Exercise:
Only lines containing the string "they" belong in the answer; copy all of them from the entries.

The data:

________________________________________

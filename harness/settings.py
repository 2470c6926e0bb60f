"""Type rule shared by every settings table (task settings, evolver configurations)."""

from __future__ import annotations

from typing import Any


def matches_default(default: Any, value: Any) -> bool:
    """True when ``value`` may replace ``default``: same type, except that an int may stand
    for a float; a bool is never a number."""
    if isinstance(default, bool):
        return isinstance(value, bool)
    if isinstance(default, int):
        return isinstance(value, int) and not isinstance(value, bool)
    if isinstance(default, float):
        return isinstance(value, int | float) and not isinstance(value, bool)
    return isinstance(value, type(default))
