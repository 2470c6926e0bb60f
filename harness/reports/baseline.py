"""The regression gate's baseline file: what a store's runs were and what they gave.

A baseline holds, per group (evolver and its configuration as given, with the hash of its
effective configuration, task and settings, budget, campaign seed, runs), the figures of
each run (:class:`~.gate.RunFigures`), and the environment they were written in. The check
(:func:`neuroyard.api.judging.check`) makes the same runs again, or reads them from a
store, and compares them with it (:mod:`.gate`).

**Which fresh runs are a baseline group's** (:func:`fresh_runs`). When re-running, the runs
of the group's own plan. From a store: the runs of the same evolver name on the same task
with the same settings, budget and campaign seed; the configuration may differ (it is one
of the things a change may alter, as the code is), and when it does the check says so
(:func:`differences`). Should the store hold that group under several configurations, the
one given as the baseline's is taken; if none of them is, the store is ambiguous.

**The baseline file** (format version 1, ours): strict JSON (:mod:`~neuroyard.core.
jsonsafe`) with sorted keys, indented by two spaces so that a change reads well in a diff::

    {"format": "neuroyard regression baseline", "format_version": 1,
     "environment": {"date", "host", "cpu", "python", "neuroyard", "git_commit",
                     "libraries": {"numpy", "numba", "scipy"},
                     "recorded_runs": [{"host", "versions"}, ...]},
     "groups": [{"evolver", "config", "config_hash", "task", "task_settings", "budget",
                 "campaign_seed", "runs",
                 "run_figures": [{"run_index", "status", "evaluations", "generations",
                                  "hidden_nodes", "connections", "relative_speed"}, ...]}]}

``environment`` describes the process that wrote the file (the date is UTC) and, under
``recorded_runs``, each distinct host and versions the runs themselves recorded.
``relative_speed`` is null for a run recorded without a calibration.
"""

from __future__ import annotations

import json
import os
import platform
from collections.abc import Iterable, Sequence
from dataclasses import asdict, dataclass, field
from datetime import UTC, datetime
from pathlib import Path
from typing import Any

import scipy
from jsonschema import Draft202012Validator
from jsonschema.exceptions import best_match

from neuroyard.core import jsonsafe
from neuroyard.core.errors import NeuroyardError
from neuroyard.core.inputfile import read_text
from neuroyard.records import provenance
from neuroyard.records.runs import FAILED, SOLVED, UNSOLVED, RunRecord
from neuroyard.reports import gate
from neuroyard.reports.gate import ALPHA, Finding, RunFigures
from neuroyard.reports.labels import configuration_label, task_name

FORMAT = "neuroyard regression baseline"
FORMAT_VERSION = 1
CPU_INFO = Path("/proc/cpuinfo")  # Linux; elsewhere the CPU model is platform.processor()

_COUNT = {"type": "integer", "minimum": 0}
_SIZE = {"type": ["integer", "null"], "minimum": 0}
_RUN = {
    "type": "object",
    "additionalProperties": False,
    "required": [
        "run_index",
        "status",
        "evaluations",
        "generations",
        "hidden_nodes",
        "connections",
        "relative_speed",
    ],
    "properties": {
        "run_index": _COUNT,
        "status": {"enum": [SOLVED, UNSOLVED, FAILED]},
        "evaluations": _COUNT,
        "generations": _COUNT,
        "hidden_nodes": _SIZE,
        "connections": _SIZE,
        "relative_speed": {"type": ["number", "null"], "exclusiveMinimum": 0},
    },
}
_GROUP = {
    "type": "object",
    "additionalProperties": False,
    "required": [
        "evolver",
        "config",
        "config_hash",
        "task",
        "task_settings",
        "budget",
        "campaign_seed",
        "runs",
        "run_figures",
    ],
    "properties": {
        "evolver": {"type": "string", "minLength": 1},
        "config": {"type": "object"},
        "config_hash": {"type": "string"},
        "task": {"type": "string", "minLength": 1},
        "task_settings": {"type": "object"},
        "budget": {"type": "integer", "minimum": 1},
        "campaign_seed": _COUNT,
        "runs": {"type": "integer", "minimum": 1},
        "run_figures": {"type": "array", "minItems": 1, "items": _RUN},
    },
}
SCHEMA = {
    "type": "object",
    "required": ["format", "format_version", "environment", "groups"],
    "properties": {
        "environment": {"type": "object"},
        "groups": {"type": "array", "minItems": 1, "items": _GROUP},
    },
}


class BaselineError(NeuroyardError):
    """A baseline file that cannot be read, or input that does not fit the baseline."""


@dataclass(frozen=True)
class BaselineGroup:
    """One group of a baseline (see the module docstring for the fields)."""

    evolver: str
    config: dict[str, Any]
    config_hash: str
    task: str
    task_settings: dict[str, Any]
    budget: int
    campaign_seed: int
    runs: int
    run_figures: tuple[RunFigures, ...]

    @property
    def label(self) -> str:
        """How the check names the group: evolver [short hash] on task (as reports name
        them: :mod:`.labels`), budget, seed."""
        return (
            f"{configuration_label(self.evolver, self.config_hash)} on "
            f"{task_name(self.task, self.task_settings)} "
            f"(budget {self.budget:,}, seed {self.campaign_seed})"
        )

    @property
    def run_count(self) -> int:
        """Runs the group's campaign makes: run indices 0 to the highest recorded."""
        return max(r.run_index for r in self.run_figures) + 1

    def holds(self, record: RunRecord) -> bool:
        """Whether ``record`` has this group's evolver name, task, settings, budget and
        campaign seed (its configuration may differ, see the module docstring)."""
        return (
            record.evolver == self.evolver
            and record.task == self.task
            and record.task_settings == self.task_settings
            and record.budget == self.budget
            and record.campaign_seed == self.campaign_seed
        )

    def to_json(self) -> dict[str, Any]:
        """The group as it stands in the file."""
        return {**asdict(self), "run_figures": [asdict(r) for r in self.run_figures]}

________________________________________

Reply:
"""The regression gate's baseline file: what a store's runs were and what they gave.
each run (:class:`~.gate.RunFigures`), and the environment they were written in. The check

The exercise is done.